Yesterday we had the pleasure of entertaining Thomas Pogge for a speaker series on global governance Kate McNamara and I have been running. Professor Pogge has been working for a while now on an exceptionally important question: how can you create incentives for pharmaceutical companies to invent and deliver medicines that most increase QALYs (Quality-Adjusted Life Years) around the globe? The problem is simple but severe: unequal distribution of resources mean that pharmaceutical companies often have incentives to invent and market medicines that make fewer rich people slightly better off as opposed to saving as many QALYs as possible.

Prizes are a  popular solution to this conundrum. If companies can win a big enough prize for developing an unpatented malaria drug, they may just have enough incentives to invest in such a drug. There are, however, important downsides to this. Prize committees have to establish pretty clear ex ante criteria what would constitute a prize-winning drug. This means that companies have incentives to invent drugs that meet these criteria, which is not necessarily the same as drugs that increase QALYs. Presumably, companies are in the best position to understand how they could contribute most efficiently to increasing QALYs. Moreover, prizes are awarded when drugs are invented rather than when QALYs are reduced. This puts the onus on clinical trials and provides few incentives to care about adequate manufacturing, delivery, and distribution of drugs.

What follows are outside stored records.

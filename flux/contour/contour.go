package contour

import (
	"errors"
	"fmt"
	"math"
	"sync"
)

// Field is a scalar field sampled on a longitude-latitude grid that is
// periodic in longitude: Values[i*NLon + j] is the value at latitude Lat[i]
// and longitude Lon0 + 360*j/NLon (degrees east).
//
// When Lat does not reach a pole, the grid is closed there by a pole node
// whose value is the mean of the nearest row (common practice for polar
// gaps); give the pole row explicitly (Lat = +-90, all values equal) when the
// field's value there is known.
type Field struct {
	// Lon0 is the longitude of column 0 in degrees east.
	Lon0 float64
	// NLon is the number of columns (at least 3).
	NLon int
	// Lat holds the row latitudes in degrees north, strictly monotone
	// (either north to south or south to north), within [-90, 90].
	Lat []float64
	// Values holds len(Lat)*NLon samples, row-major.
	Values []float64
	// DLon and DLat optionally hold the derivatives of the field with
	// respect to longitude and latitude, per degree, at the nodes. When both
	// are set, crossings along grid lines are found on the cubic Hermite
	// interpolant of each grid edge (error O(h^4)) instead of on the linear
	// interpolant (error O(h^2)).
	DLon, DLat []float64
	// DLon2 and DLat2 optionally hold the second derivatives with respect
	// to longitude and latitude, per degree squared, beside DLon and DLat.
	// Crossings are then found on the quintic Hermite interpolant of each
	// edge (error O(h^6)).
	DLon2, DLat2 []float64
	// Lines, when set with the derivatives, gives the field exactly along
	// the grid lines; crossings are then located on it (to rounding) rather
	// than on the interpolants, and the interpolants only screen edges for
	// crossings.
	Lines Lines
}
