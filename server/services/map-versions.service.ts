import { createHash } from 'node:crypto';
import { PNG } from 'pngjs';
import { Not, type DataSource } from 'typeorm';
import { diffAreasM2, diffCounts, diffRows, emptyGridDiff, type GridDiff } from '../../shared/grid/diff.js';
import { distanceTransform, type DistanceField } from '../../shared/grid/distance-transform.js';
import { formatCount, GridFormatError } from '../../shared/grid/errors.js';
import { RESOLUTION_BOUNDS } from '../../shared/grid/map-kinds.js';
import { imageToGrid, type GreyImage } from '../../shared/grid/image-to-grid.js';
import { checkImageName, parseMapMetadata } from '../../shared/grid/map-metadata.js';
import { parsePgm, PGM_MAX_PIXELS, PGM_MAX_SIDE } from '../../shared/grid/pgm.js';
import { renderDiffTile } from '../../shared/render/diff-tiles.js';
import { renderGridImage } from '../../shared/render/grid-image.js';
import { TILE_STYLE } from '../../shared/render/palette.js';
import { renderTile, tileCount, tilePyramid } from '../../shared/render/tiles.js';
import { CellState, type MapMetadata, type OccupancyGrid } from '../../shared/types/grid.js';
import type { Actor } from '../auth/actor.js';
import { MapVersion } from '../entities/index.js';
import type { MapKind } from '../entities/map-version.entity.js';
import { badRequest, conflict, HttpError, notFound } from '../http-error.js';
import { AnswerCache } from './answer-cache.js';
import type { AuditService } from './audit.service.js';
import { decodeGrid, encodeGrid, encodePng } from './grid-codec.js';
import { newId } from './ids.js';
import type { SitesService } from './sites.service.js';

/** An uploaded file as the route hands it over. */
export interface UploadedFile {
  originalname: string;
  buffer: Buffer;
}

/** Metadata typed into the form for a PNG (or a PGM without YAML). */
export type FormMetadata = Omit<MapMetadata, 'image'>;


const PNG_MAGIC = Buffer.from([0x89, 0x50, 0x4e, 0x47]);
const GRID_CACHE_SIZE = 6;
/** Rendered tiles kept in memory (about 2 KB each: a few MB in all). */
const TILE_CACHE_SIZE = 2048;
// A map's diff tiles are fetched a screenful at a time, so each pair's difference is kept: 1 byte
// per base cell (about 1 MB for a 1240 × 840-cell demo map, 16 MB for 4000 × 4000), a few pairs.
const DIFF_CACHE_SIZE = 4;
/** Longest stretch of diff work between two yields to the event loop, in milliseconds. */
const DIFF_SLICE_MS = 50;

function readImage(file: UploadedFile): GreyImage {
  const bytes = file.buffer;
  if (bytes.subarray(0, 4).equals(PNG_MAGIC)) {
    // The header's size is checked before decoding: a small, highly compressed PNG could
    // otherwise unpack to gigabytes. Same limits as a PGM.
    if (bytes.length >= 24) {
      const width = bytes.readUInt32BE(16);
      const height = bytes.readUInt32BE(20);
      if (width > PGM_MAX_SIDE || height > PGM_MAX_SIDE || width * height > PGM_MAX_PIXELS) {
        throw new GridFormatError(`The PNG header says ${formatCount(width)} × ${formatCount(height)} pixels; Driftline accepts at most ${formatCount(PGM_MAX_SIDE)} pixels per side and ${formatCount(PGM_MAX_PIXELS)} in all.`);
      }
    }
    let png: PNG;
    try {
      png = PNG.sync.read(bytes);
    } catch (e) {
      throw new GridFormatError(`The PNG image could not be read (${e instanceof Error ? e.message : 'damaged file'}).`);
    }
    // Maps are grey; a coloured PNG is read by its luminance (ITU-R BT.601 weights).
    const pixels = new Uint8Array(png.width * png.height);
    for (let k = 0; k < pixels.length; k++) {
      const o = k * 4;
      pixels[k] = Math.round(0.299 * png.data[o] + 0.587 * png.data[o + 1] + 0.114 * png.data[o + 2]);
    }
    return { width: png.width, height: png.height, maxval: 255, pixels };
  }
  if (bytes[0] === 0x50 && (bytes[1] === 0x35 || bytes[1] === 0x32)) return parsePgm(bytes);
  throw new GridFormatError(`The image "${file.originalname}" is neither a PGM (P2/P5) nor a PNG file.`);
}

The idea that Pogge has been shopping around is that of a Health Impact Fund (HIF). Companies can register drugs for ten years. During that period they maintain intellectual property rights but they agree to sell the drug at cost and are compensated from the fund ($6 billion is the target) based on the estimated improvement their drugs have made to  QALYs in participating countries. After that period, they agree to surrender their intellectual property rights. Participating governments and private foundations are responsible for contributing to the fund.

It’s an important idea that has attracted many prominent scholars, politicians, and policy makers to its Advisory Board, including Jim Yong Kim, the nominee to become World Bank President. There are a lot of nuances to the plan that are important to understand when evaluating its merits. The main theoretical upside is that this would create a market where companies are rewarded for their actual contributions to a socially desirable good. A drug that promises a great deal but that doesn’t deliver receives no reward. This gives companies incentives to look beyond trials and invest in the delivery and distribution of drugs.

There are clearly pitfalls too. For starters, evaluating effectiveness won’t be easy and the system for doing so could potentially be gamed. Some on the left don’t like it because it leaves the existing intellectual property rights system in tact. Some on the right worry that it creates a subsidized market with products that are substitutes for drugs within the traditional intellectual property rights regime, thus undermining the latter. Nevertheless, it strikes me that the HIF is the right way to think about this problem. Unfortunately, so far it has not been sufficiently successful in attracting donors. Perhaps markets for QALYs can be created in more politically palatable ways too, such as through tax credits that depend on QALY reduction. Thoughts?